(Dataset entries)
>>

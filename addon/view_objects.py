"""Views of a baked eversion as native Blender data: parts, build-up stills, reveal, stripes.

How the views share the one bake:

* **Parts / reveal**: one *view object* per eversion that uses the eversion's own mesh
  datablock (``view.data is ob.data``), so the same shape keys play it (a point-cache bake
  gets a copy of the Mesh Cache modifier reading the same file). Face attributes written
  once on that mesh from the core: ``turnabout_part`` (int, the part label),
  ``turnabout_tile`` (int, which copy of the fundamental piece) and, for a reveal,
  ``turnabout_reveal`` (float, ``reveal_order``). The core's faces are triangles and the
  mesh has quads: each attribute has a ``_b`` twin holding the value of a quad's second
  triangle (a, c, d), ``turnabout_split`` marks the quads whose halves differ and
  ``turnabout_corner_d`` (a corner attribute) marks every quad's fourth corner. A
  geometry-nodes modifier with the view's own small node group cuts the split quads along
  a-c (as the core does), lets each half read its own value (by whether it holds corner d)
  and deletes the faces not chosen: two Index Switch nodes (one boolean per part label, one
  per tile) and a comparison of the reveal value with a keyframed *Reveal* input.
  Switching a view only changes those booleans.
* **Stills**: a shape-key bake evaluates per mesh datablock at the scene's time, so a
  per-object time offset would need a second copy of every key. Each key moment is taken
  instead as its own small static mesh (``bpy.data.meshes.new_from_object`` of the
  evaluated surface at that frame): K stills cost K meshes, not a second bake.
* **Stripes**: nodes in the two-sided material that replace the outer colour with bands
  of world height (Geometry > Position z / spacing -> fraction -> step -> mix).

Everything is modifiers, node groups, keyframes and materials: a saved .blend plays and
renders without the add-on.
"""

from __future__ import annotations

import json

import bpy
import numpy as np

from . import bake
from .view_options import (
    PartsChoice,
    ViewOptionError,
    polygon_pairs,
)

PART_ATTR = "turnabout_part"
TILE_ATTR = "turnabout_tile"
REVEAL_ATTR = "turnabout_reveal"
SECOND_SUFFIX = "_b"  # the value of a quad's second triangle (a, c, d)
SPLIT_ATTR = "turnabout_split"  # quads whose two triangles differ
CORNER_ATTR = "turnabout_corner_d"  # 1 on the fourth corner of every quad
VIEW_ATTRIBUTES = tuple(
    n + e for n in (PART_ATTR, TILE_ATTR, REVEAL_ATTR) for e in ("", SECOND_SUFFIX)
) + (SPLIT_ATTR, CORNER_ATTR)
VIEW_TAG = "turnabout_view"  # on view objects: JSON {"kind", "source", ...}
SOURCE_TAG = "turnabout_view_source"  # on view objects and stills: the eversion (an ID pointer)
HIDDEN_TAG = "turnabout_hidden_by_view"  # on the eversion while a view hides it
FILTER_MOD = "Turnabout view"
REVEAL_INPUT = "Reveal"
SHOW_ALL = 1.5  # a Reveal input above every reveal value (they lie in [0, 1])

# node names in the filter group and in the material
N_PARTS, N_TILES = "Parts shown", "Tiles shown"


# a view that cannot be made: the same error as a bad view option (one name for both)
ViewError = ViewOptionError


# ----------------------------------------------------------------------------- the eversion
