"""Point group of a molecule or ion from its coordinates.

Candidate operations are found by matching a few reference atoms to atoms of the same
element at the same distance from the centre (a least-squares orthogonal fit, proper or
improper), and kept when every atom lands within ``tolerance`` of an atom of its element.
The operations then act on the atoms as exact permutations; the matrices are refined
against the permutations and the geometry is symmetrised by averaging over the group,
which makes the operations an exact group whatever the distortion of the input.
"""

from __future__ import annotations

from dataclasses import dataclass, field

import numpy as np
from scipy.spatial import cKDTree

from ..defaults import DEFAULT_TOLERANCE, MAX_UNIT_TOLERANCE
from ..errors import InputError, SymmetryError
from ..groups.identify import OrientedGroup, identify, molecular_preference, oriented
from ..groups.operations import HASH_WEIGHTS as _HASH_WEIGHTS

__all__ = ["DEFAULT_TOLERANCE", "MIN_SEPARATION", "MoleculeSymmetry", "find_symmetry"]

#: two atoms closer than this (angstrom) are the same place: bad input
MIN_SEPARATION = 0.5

<<

* [Problem description]:
Here the job is to transcribe the lines from the first line of the data through the line containing "triangles and the", inclusive, exactly and with nothing else.

* [Exercise solution]:
filename addon/view_objects.py
"""Views of a baked eversion as native Blender data: parts, build-up stills, reveal, stripes.

How the views share the one bake:

* **Parts / reveal**: one *view object* per eversion that uses the eversion's own mesh
  datablock (``view.data is ob.data``), so the same shape keys play it (a point-cache bake
  gets a copy of the Mesh Cache modifier reading the same file). Face attributes written
  once on that mesh from the core: ``turnabout_part`` (int, the part label),
  ``turnabout_tile`` (int, which copy of the fundamental piece) and, for a reveal,
  ``turnabout_reveal`` (float, ``reveal_order``). The core's faces are triangles and the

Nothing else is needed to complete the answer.